As to the masses of ordinary Amar and Khadidja Algerians, there will be a glass ceiling that they just can’t break. They are always busy trying to solve the primitive problems of their daily lives such as getting an apartment (from the government), a car (loan helped by the government) or a job (over 50% state), thus kept in perpetual need of the government. Their rights are all but taken away (no demonstrations, no freedom of speech, endless trials against dissidents and journalists, a self censured cultural scene, etc).
With this brilliant system, the ruling class keeps itself in power, sends potential challengers away (intellectuals), and keeps an oppressed population from whose votes they continuously claim legitimacy. At the top of the food chain powerful regional officials and wealthy people hide behind façades of national and private organisations (with names of the form “Houwari and Company Ltd”). These companies often gain exclusive licenses to operate activities of importation, transportation and safe investments to exclusive markets of that nature.

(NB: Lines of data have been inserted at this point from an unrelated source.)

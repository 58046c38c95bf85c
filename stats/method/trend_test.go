package method

import (
	"math"
	"math/rand/v2"
	"slices"
	"testing"
)

// ctlMantissas converts series rounded to d decimals (as the R script
// rounds them) to int64 mantissas.
func ctlMantissas(x []float64, d int) []int64 {
	out := make([]int64, len(x))
	p := math.Pow(10, float64(d))
	for i, v := range x {
		out[i] = int64(math.Round(v * p))
	}
	return out
}

var ctlDecimals = map[string]int{"ind": 3, "ar": 2, "ties": 1, "small": 2}

// Drift checks against R 4.2.2 (testdata/rref/control.R): acf() and
// Box.test() for the autocorrelation; the runs test, Mann-Kendall with
// the tie correction, Sen's slope with Gilbert's interval written out as
// formulas; Kendall's tau-b from cor(). The int64 path (mantissas) must
// decide exactly as the float64 path on these data.
func TestDriftAgainstR(t *testing.T) {
	ref := ctlRef(t)
	for set, d := range ctlDecimals {
		m := ref[set]
		x := ctlSeries(t, m, "x")
		xm := ctlMantissas(x, d)
		ac, err := Lag1Autocorrelation(x)
		if err != nil {
			t.Fatal(err)
		}
		ctlClose(t, set+" r1", ac.R1, m["r1"], 1e-12)
		ctlClose(t, set+" Q", ac.Q, m["lbq"], 1e-11)
		ctlClose(t, set+" LB p", ac.P, m["lbp"], 1e-9)
		ctlClose(t, set+" Z", ac.Z, m["r1"]*math.Sqrt(float64(len(x))), 1e-12)

		rt, err := RunsAboutMedian(x)
		if err != nil {
			t.Fatal(err)
		}
		rm, _ := RunsAboutMedian(xm)
		if rt != (RunsTest{}) && (rm.Runs != rt.Runs || rm.Longest != rt.Longest || rm.P != rt.P) {
			t.Errorf("%s: int64 path %+v, float64 %+v", set, rm, rt)
		}
		if float64(rt.Runs) != m["runs"] || float64(rt.Above) != m["runs.above"] || float64(rt.Below) != m["runs.below"] || float64(rt.Longest) != m["runs.longest"] || !rt.Exact {
			t.Errorf("%s runs: %+v", set, rt)
		}
		ctlClose(t, set+" runs z", rt.Z, m["runs.z"], 1e-12)
		ctlClose(t, set+" runs p", rt.P, m["runs.pexact"], 1e-9)
		if rt.LongestLast-rt.LongestFirst+1 < rt.Longest {
			t.Errorf("%s: longest run %d at %d..%d", set, rt.Longest, rt.LongestFirst, rt.LongestLast)
		}

		mk, err := MannKendallTest(x)
		if err != nil {
			t.Fatal(err)
		}
		mkm, _ := MannKendallTest(xm)
		if mk != mkm {
			t.Errorf("%s: int64 MK %+v, float64 %+v", set, mkm, mk)
		}
		if float64(mk.S) != m["mk.s"] {
			t.Errorf("%s S = %d, R %g", set, mk.S, m["mk.s"])
		}
		ctlClose(t, set+" var S", mk.VarS, m["mk.var"], 1e-14)
		ctlClose(t, set+" MK z", mk.Z, m["mk.z"], 1e-13)
		ctlClose(t, set+" MK p", mk.P, m["mk.p"], 1e-10)
		ctlClose(t, set+" tau", mk.Tau, m["mk.tau"], 1e-12)

		sen, err := SenSlopeEstimate(x, 0.95)
		if err != nil {
			t.Fatal(err)
		}
		ctlClose(t, set+" sen", sen.Slope, m["sen.slope"], 1e-12)
		ctlClose(t, set+" sen lo", sen.Lower, m["sen.lo"], 1e-10)
		ctlClose(t, set+" sen hi", sen.Upper, m["sen.hi"], 1e-10)
		ctlClose(t, set+" sen intercept", sen.Intercept, m["sen.intercept"], 1e-12)
		senm, _ := SenSlopeEstimate(xm, 0.95)
		ctlClose(t, set+" sen (mantissas)", senm.Slope/math.Pow(10, float64(d)), m["sen.slope"], 1e-12)
	}
}

// Mann-Kendall in O(n log n) against the O(n²) definition on series with
// many ties (definition: Mann 1945; check by direct counting).
func TestMannKendallAgainstPairs(t *testing.T) {
	for _, n := range []int{3, 17, 100, 1001} {
		x := make([]int64, n)
		for i := range x {
			x[i] = int64((i*7919)%13) + int64(i/50)
		}
		var s int64
		for i := 0; i < n; i++ {
			for j := i + 1; j < n; j++ {
				switch {
				case x[j] > x[i]:
					s++
				case x[j] < x[i]:
					s--
				}
			}
		}
		mk, err := MannKendallTest(x)
		if err != nil || mk.S != s {
			t.Errorf("n=%d: S %d, want %d (%v)", n, mk.S, s, err)
		}
	}
}

func TestDriftEdges(t *testing.T) {
	c := []float64{4, 4, 4, 4, 4}
	if _, err := Lag1Autocorrelation(c); err == nil {
		t.Error("constant autocorrelation: no error")
	}
	if _, err := Lag1Autocorrelation([]float64{1, 2}); err == nil {
		t.Error("n=2 autocorrelation: no error")
	}
	if _, err := RunsAboutMedian(c); err == nil {
		t.Error("constant runs: no error")
	}
	if _, err := RunsAboutMedian([]float64{1}); err == nil {
		t.Error("n=1 runs: no error")
	}
	mk, err := MannKendallTest(c)
	if err != nil || mk.S != 0 || mk.VarS != 0 || mk.P != 1 || mk.Z != 0 || mk.Tau != 0 {
		t.Errorf("constant MK: %+v %v", mk, err)
	}
	if _, err := MannKendallTest([]float64{1, 2}); err == nil {
		t.Error("n=2 MK: no error")
	}
	if _, err := MannKendallTest([]float64{1, math.NaN(), 2}); err == nil {
		t.Error("NaN MK: no error")
	}
	s, err := SenSlopeEstimate(c, 0.95)
	if err != nil || s.Slope != 0 || s.Lower != 0 || s.Upper != 0 {
		t.Errorf("constant Sen: %+v %v", s, err)
	}
	if _, err := SenSlopeEstimate(make([]float64, ctlSenMax+1), 0.95); err == nil {
		t.Error("Sen above the limit: no error")
	}
	if _, err := SenSlopeEstimate([]float64{1, 2, 3}, 1); err == nil {
		t.Error("confidence 1: no error")
	}
	// Median decided without arithmetic: the values next to the middle
	// ones are on their sides even when the midpoint would round onto one.
	a, b := 1.0, math.Nextafter(1, 2)
	rt, err := RunsAboutMedian([]float64{a, b, a, b})
	if err != nil || rt.OnMedian != 0 || rt.Runs != 4 {
		t.Errorf("adjacent doubles: %+v %v", rt, err)
	}
}

// TestRankSeriesPaths: ranks by counting (a narrow range of integers) and
// by sorting (a wide range, the same order) give the same tests, and the
// tests on ranks equal the brute-force definitions (S and U_t summed over
// every pair, the median by sorting: from memory of the definitions).
func TestRankSeriesPaths(t *testing.T) {
	narrow := []int64{5, 3, 5, 8, 1, 3, 3, 9, 5, 2, 7, 7, 4, 6, 5, 8, 9, 9, 1, 5}
	wide := make([]int64, len(narrow))
	for i, v := range narrow {
		wide[i] = v * 1_000_000_007 // same order and ties, range too wide to count
	}
	rn, _ := RankSeries(narrow)
	rw, _ := RankSeries(wide)
	if !slices.Equal(rn.Dense, rw.Dense) || !slices.Equal(rn.Below, rw.Below) {
		t.Fatalf("ranks differ: %v %v / %v %v", rn.Dense, rn.Below, rw.Dense, rw.Below)
	}
	var s int64
	n := len(narrow)
	for i := range n {
		for j := i + 1; j < n; j++ {
			s += int64(cmpSign(narrow[j] - narrow[i]))
		}
	}
	for _, r := range []SeriesRanks[int64]{rn, rw} {
		mk, err := MannKendallRanked(r)
		if err != nil || mk.S != s {
			t.Errorf("S %d, want %d (%v)", mk.S, s, err)
		}
	}
	// Pettitt: K = max over t of |Σ_{i<t<=j} sign(xᵢ − xⱼ)|
	var best int64
	bt := 0
	for tt := 1; tt < n; tt++ {
		var u int64
		for i := 0; i < tt; i++ {
			for j := tt; j < n; j++ {
				u += int64(cmpSign(narrow[i] - narrow[j]))
			}
		}
		if u < 0 {
			u = -u
		}
		if u > best {
			best, bt = u, tt
		}
	}
	cp, err := PettittRanked(rw, wide)
	if err != nil || cp.Statistic != float64(best) || cp.Index != bt {
		t.Errorf("Pettitt K %g at %d, want %d at %d (%v)", cp.Statistic, cp.Index, best, bt, err)
	}
	// runs about the median: the median of narrow is 5
	rt, err := RunsRanked(rn)
	if err != nil || rt.Median != 5 || rt.OnMedian != 5 {
		t.Errorf("runs: median %g, %d on it (%v)", rt.Median, rt.OnMedian, err)
	}
}

func cmpSign(d int64) int {
	switch {
	case d > 0:
		return 1
	case d < 0:
		return -1
	}
	return 0
}

// TestSelectStat: the order statistics by selection equal those read from
// a sorted copy (ties, few distinct values, fractional and clamped ranks).
func TestSelectStat(t *testing.T) {
	for seed := uint64(1); seed <= 30; seed++ {
		x := ctlRandomSeries(seed, 1+int(seed*seed*7)%3000)
		sorted := slices.Clone(x)
		slices.Sort(sorted)
		n := float64(len(x))
		ks := []float64{0, 1, 1.5, 2, n / 3, (n + 1) / 2, n/2 + 0.25, n - 1, n - 0.5, n, n + 2}
		for _, k := range ks {
			s := slices.Clone(x)
			if got, want := ctlSelectStats(s, k)[0], ctlOrderStat(sorted, k); got != want {
				t.Fatalf("n=%d k=%g: %g, want %g", len(x), k, got, want)
			}
		}
		// several ranks at once, as Sen's slope asks for them (the median,
		// then the two bounds), and a few in any order, the same twice
		r := rand.New(rand.NewPCG(seed, 7))
		sets := [][]float64{{(n + 1) / 2, n/2 - 1.7, n/2 + 2.3}, {n - 0.5, 1.5}}
		for j := 0; j < 5; j++ {
			set := make([]float64, 1+r.IntN(5))
			for i := range set {
				set[i] = ks[r.IntN(len(ks))]
			}
			sets = append(sets, set)
		}
		for _, set := range sets {
			s := slices.Clone(x)
			got := ctlSelectStats(s, set...)
			for i, k := range set {
				if want := ctlOrderStat(sorted, k); got[i] != want {
					t.Fatalf("n=%d ranks %v: at %g %g, want %g", len(x), set, k, got[i], want)
				}
			}
		}
	}
}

The last president who truly wanted to confront this powerful self perpetuating system was gunned down and bombed by his own bodyguard 5 months into his presidential term. In various memorable speeches, Mohamed Boudiaf expressed his dismay and frustration at the way positions of responsibility are offered based on shabby deals rather than on merit. Owing to his disconnect from the ruling class since the Algerian independence, he spoke in simple terms without grandiose statements or hollow visionary ideas, and with the same street language and words that ordinary Algerians use daily to vent their angst at their government. He fully understood the frustration of Algerians and often spoke with emotion at the state of a country he helped liberate from the shackles of colonialism. The consequence for him was sadly the coffin.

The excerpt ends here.